## TRY IT:
Start at the line in the entries below that contains "through MapLibre's public", stop at the line that contains "of the canvas's", and output exactly the lines in that span, both ends included.

(Collected data entries)

○ ○ ○ ○

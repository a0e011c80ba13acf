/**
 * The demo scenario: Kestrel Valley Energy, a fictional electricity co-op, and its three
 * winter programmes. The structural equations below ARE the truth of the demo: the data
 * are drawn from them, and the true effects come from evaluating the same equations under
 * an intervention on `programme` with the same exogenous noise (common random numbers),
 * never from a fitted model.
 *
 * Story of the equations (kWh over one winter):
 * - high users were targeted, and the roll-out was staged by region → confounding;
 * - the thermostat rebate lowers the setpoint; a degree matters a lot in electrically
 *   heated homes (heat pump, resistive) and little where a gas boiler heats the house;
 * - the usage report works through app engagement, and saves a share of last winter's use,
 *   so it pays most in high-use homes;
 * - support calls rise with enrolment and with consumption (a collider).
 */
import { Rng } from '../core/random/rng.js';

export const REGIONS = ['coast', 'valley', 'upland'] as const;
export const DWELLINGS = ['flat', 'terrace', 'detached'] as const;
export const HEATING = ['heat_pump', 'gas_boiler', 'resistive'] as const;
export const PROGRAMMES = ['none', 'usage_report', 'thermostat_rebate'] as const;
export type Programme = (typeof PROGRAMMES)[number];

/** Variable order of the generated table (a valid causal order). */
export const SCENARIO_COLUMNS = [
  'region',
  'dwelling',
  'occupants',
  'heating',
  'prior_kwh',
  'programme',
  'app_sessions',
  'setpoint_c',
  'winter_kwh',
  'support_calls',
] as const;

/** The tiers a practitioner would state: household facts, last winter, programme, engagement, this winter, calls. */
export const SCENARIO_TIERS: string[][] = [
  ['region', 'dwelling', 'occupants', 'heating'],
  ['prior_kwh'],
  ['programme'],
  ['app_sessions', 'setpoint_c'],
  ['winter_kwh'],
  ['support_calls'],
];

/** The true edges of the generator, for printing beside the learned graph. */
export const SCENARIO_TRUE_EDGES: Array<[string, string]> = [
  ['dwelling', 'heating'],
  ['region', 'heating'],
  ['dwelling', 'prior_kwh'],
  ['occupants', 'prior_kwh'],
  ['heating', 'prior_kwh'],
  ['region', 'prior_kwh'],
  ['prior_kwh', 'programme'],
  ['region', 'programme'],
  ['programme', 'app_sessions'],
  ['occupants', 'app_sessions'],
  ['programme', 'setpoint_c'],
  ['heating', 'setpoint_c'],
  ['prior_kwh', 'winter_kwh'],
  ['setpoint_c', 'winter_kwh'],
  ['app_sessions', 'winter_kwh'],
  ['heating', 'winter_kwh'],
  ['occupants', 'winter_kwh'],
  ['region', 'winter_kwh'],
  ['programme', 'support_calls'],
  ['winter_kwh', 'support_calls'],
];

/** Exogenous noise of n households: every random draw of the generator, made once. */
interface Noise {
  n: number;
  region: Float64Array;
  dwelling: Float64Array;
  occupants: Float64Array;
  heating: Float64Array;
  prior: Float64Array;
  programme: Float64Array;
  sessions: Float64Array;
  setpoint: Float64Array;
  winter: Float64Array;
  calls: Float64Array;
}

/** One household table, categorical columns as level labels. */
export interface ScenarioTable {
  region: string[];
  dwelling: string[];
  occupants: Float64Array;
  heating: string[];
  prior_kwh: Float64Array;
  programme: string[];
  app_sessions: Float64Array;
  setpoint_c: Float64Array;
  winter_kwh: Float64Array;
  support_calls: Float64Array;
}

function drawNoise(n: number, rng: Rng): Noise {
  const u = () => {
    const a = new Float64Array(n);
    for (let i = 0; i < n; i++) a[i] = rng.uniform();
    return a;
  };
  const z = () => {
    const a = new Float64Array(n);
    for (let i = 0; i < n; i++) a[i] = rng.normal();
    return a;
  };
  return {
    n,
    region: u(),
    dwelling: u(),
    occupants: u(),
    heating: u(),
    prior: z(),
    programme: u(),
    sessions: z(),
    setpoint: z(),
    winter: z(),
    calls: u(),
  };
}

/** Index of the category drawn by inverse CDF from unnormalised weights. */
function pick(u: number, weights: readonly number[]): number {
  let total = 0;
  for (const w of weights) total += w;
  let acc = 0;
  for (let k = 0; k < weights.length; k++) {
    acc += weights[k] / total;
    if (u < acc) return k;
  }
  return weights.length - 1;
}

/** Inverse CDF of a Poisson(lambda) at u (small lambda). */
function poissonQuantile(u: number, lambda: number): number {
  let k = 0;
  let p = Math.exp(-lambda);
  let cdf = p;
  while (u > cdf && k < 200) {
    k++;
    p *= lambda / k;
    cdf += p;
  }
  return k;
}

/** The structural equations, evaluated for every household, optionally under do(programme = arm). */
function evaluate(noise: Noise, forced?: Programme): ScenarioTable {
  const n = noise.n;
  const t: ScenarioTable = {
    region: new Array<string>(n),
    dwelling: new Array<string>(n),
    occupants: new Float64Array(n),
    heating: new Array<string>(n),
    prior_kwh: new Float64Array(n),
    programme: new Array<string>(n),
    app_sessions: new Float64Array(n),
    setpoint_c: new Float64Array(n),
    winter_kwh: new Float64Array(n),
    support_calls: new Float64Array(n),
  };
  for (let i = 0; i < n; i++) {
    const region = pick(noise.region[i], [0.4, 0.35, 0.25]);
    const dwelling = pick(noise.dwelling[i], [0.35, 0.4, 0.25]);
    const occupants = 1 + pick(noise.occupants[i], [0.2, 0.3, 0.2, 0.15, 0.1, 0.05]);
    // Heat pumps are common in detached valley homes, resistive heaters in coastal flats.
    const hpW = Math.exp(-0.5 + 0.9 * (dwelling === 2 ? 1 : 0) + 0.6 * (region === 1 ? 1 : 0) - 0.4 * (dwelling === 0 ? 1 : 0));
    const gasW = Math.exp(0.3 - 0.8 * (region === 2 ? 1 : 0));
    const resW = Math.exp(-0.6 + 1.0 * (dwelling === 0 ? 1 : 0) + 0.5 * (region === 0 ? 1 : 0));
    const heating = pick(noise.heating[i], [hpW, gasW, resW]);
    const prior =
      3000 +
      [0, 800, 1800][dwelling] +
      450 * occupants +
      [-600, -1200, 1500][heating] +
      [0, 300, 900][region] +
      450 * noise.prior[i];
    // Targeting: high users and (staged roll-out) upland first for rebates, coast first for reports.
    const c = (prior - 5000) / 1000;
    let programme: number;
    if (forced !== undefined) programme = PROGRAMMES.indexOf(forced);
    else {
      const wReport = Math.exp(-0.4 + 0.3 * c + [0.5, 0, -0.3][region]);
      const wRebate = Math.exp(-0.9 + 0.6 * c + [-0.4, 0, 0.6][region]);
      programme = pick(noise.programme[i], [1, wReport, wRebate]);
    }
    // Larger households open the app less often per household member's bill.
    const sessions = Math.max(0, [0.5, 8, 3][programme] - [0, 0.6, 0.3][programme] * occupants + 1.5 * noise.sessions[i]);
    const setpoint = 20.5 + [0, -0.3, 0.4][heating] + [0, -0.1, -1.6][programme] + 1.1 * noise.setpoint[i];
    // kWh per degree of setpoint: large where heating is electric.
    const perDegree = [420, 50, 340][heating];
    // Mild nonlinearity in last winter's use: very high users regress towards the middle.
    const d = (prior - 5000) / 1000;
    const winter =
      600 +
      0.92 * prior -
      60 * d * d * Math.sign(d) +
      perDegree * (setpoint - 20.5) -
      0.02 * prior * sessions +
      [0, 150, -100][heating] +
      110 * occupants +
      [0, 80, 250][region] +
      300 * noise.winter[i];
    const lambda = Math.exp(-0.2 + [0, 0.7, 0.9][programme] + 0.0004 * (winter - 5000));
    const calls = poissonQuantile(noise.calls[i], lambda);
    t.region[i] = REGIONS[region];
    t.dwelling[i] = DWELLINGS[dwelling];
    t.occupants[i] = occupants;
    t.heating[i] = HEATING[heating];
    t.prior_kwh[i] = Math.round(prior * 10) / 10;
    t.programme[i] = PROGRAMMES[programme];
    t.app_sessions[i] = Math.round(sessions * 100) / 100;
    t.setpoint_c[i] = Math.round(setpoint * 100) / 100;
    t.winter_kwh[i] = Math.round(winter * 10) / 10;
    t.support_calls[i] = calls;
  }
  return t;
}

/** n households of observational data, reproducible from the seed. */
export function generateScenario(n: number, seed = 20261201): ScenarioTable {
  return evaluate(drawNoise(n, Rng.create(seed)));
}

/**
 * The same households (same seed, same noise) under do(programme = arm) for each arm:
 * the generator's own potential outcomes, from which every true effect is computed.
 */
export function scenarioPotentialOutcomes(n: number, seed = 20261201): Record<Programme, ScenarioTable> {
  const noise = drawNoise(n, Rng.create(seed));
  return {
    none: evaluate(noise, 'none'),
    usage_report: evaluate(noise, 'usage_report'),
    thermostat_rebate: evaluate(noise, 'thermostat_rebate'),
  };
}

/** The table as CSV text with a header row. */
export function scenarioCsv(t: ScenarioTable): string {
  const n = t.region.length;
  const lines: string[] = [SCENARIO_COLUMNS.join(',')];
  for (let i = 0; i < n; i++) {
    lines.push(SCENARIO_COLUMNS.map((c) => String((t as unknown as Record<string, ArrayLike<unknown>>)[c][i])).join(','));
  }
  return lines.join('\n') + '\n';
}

○ ○ ○ ○

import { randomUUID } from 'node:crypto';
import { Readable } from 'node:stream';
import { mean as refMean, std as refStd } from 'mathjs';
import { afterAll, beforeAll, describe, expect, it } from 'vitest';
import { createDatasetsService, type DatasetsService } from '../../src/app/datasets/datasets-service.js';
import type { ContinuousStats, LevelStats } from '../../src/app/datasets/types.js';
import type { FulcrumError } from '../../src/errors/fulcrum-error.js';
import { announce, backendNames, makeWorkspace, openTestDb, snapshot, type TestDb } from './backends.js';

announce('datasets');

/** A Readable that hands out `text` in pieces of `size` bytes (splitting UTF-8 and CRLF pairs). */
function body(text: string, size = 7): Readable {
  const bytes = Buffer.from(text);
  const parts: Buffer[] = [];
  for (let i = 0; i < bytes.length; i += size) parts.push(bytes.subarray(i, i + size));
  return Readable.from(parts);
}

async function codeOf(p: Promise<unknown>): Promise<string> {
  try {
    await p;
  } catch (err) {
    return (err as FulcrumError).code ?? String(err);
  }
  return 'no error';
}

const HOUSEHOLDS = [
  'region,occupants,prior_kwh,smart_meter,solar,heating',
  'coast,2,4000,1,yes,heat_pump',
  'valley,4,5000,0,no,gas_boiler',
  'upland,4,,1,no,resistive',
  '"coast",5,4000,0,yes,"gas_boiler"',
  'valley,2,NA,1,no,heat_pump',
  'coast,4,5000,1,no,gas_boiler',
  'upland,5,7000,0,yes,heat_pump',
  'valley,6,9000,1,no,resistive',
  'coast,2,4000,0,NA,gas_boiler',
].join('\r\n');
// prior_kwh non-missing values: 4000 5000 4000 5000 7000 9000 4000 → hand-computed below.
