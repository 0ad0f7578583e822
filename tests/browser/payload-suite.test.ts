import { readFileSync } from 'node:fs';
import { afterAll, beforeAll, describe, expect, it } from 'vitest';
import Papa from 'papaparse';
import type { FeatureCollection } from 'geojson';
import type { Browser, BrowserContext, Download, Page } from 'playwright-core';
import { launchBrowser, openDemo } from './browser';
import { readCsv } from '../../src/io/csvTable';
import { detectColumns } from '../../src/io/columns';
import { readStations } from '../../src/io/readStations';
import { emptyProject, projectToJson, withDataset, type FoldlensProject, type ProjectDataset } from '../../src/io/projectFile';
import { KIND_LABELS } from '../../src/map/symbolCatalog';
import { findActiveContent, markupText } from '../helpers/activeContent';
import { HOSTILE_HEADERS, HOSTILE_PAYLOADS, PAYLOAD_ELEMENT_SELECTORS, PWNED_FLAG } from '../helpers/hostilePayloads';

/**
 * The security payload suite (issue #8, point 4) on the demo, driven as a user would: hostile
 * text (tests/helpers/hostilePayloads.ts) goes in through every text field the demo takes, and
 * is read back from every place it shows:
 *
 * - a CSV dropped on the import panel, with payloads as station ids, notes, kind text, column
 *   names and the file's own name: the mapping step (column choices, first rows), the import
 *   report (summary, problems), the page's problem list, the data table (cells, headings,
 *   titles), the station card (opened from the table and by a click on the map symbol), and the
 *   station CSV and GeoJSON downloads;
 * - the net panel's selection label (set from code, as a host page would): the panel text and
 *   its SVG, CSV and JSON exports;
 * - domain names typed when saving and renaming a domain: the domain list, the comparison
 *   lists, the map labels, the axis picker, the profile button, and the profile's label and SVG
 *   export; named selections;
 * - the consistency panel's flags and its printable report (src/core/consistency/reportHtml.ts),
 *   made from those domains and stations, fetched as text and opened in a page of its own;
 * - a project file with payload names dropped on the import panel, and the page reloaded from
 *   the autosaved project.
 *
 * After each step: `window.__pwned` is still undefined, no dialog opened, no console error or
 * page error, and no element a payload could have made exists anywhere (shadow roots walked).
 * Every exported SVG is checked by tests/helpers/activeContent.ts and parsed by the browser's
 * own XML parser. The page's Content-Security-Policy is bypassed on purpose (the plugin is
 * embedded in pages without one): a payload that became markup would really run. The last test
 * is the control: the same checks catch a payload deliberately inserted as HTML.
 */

○ ○ ○ ○

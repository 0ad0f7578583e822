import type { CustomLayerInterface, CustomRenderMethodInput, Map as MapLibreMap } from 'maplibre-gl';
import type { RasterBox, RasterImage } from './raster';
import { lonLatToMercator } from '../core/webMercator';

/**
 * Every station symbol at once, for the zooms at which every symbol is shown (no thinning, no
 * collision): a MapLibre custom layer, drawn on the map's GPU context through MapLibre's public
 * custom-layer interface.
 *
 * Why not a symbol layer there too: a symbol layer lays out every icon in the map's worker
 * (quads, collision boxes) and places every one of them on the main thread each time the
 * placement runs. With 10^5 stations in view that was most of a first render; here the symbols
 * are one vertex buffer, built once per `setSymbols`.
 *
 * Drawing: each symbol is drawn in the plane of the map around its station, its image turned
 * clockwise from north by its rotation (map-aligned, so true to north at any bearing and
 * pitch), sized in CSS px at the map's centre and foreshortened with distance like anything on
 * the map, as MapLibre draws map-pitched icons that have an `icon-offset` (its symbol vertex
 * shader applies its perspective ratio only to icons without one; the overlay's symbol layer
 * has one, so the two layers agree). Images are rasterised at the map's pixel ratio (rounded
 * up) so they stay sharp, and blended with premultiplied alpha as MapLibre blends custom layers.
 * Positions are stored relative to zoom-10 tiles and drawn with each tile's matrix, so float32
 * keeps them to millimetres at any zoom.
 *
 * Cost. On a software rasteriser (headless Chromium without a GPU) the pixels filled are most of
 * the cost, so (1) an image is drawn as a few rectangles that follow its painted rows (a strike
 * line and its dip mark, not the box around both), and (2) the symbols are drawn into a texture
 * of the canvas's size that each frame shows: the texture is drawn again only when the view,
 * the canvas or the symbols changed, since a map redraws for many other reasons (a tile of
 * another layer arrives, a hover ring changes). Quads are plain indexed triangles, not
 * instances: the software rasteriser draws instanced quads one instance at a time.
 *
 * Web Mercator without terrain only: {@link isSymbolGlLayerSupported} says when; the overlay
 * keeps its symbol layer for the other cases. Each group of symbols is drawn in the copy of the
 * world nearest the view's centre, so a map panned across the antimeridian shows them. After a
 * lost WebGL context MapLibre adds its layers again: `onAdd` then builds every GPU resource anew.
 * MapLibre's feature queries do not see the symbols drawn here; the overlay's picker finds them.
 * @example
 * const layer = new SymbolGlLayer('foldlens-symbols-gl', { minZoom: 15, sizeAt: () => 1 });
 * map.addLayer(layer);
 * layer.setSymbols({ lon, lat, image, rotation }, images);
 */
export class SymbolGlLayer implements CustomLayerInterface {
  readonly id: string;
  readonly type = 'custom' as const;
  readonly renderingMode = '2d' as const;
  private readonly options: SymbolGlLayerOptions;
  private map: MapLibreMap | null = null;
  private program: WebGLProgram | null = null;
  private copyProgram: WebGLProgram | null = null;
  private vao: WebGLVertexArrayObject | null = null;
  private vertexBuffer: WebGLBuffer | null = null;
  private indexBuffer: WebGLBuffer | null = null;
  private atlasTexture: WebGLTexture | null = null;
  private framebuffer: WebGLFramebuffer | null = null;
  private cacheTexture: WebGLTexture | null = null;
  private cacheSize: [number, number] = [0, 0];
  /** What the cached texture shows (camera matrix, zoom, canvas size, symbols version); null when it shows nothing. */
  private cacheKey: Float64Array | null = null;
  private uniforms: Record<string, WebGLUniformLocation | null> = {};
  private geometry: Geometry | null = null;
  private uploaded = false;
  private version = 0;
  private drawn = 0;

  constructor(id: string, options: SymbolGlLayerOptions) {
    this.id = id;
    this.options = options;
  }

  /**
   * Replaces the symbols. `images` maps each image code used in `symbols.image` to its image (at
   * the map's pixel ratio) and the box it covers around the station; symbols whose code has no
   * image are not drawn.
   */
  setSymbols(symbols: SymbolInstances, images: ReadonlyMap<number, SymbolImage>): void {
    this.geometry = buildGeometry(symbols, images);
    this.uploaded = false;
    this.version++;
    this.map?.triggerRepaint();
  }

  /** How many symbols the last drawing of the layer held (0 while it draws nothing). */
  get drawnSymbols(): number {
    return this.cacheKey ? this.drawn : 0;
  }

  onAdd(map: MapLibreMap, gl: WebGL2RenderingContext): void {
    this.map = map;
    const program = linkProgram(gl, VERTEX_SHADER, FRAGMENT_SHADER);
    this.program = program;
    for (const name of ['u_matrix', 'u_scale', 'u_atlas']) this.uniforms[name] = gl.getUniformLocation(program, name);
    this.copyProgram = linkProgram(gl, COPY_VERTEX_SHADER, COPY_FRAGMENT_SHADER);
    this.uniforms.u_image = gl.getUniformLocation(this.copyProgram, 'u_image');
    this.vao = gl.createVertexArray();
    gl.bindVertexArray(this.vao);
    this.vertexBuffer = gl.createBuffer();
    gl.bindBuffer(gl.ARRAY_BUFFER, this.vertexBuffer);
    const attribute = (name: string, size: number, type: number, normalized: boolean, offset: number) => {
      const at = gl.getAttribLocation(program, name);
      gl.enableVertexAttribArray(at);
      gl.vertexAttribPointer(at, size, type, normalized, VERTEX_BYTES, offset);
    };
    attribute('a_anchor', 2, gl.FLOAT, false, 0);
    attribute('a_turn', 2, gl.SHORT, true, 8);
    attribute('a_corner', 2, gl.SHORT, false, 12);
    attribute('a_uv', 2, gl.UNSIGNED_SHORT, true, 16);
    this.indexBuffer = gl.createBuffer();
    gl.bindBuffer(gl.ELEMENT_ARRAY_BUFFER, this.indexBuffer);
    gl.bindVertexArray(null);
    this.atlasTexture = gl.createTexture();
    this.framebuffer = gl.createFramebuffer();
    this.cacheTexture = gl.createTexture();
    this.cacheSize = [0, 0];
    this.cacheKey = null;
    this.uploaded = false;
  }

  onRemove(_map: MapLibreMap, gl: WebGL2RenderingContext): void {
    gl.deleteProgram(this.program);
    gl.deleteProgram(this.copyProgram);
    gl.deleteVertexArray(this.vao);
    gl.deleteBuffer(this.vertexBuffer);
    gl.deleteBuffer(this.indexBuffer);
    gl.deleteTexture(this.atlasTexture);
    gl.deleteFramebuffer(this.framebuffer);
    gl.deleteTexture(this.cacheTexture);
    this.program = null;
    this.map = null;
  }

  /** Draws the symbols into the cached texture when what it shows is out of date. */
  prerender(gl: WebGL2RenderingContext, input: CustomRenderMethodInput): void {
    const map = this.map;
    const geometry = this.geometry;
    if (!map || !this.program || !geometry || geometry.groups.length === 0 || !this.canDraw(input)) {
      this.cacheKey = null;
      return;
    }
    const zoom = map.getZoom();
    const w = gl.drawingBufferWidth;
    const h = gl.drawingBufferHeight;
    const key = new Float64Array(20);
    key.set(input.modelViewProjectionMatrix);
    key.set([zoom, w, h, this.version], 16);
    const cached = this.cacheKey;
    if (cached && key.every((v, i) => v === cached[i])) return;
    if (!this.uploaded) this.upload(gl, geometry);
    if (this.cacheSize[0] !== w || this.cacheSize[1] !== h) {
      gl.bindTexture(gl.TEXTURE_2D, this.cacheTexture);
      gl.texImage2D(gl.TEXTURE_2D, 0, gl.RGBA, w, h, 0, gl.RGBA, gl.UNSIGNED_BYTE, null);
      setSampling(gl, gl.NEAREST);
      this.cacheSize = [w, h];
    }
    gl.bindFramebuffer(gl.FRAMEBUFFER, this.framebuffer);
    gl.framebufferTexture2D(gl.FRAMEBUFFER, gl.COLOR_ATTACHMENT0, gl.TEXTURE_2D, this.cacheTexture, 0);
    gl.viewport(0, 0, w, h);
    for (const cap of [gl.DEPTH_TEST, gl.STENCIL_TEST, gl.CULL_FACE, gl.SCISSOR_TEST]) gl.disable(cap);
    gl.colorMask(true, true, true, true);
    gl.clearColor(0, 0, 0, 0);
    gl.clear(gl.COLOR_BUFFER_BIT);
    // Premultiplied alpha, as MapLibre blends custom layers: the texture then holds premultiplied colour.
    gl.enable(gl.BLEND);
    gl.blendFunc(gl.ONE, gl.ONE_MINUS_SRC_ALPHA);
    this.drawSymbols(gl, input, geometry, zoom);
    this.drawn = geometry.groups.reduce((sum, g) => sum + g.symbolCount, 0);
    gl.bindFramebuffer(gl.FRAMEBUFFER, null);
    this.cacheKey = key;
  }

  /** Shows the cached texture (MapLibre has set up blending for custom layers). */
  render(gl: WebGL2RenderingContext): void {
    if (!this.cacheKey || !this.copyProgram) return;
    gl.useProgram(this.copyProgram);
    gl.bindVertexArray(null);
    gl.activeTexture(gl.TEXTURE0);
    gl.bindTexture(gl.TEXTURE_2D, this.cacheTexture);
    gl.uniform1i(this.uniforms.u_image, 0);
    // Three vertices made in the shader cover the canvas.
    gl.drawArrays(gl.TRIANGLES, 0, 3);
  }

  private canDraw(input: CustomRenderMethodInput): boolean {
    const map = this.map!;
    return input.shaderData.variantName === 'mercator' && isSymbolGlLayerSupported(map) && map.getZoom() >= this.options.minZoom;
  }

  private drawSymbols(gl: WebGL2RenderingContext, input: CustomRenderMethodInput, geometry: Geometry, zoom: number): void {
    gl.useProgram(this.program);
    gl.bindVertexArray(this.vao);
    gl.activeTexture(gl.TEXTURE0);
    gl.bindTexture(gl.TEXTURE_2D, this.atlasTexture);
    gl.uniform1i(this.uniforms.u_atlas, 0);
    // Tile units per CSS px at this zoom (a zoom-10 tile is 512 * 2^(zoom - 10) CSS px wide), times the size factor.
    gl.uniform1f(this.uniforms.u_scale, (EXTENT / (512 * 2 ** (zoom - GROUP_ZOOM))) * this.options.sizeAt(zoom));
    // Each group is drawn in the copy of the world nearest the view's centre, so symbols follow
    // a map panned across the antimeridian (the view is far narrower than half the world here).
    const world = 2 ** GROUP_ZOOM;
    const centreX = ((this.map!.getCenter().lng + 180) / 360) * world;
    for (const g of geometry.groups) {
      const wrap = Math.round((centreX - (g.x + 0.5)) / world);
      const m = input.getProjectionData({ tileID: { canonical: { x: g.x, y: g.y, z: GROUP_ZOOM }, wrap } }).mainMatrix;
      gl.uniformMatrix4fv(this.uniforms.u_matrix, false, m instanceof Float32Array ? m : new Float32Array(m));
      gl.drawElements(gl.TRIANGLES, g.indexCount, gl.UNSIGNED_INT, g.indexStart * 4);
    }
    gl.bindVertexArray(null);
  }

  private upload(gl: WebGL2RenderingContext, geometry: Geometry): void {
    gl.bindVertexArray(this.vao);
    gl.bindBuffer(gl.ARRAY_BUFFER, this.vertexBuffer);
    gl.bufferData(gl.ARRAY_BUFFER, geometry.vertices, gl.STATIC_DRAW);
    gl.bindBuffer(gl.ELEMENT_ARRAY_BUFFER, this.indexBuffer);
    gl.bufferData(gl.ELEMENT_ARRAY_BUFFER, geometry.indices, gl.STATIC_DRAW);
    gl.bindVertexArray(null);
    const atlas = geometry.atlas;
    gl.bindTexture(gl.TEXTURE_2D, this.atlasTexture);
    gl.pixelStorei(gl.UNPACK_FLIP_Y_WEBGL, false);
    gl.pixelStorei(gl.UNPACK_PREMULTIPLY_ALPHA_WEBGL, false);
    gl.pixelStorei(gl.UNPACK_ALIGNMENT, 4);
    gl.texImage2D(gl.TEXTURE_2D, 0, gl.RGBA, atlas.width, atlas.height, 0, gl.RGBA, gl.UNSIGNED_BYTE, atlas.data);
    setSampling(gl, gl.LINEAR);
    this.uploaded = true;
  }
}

○ ○ ○ ○

## ANSWER SPACE:
 * collision): a MapLibre custom layer, drawn on the map's GPU context through MapLibre's public
 * custom-layer interface.
 *
 * Why not a symbol layer there too: a symbol layer lays out every icon in the map's worker
 * (quads, collision boxes) and places every one of them on the main thread each time the
 * placement runs. With 10^5 stations in view that was most of a first render; here the symbols
 * are one vertex buffer, built once per `setSymbols`.
 *
 * Drawing: each symbol is drawn in the plane of the map around its station, its image turned
 * clockwise from north by its rotation (map-aligned, so true to north at any bearing and
 * pitch), sized in CSS px at the map's centre and foreshortened with distance like anything on
 * the map, as MapLibre draws map-pitched icons that have an `icon-offset` (its symbol vertex
 * shader applies its perspective ratio only to icons without one; the overlay's symbol layer
 * has one, so the two layers agree). Images are rasterised at the map's pixel ratio (rounded
 * up) so they stay sharp, and blended with premultiplied alpha as MapLibre blends custom layers.
 * Positions are stored relative to zoom-10 tiles and drawn with each tile's matrix, so float32
 * keeps them to millimetres at any zoom.
 *
 * Cost. On a software rasteriser (headless Chromium without a GPU) the pixels filled are most of
 * the cost, so (1) an image is drawn as a few rectangles that follow its painted rows (a strike
 * line and its dip mark, not the box around both), and (2) the symbols are drawn into a texture
 * of the canvas's size that each frame shows: the texture is drawn again only when the view,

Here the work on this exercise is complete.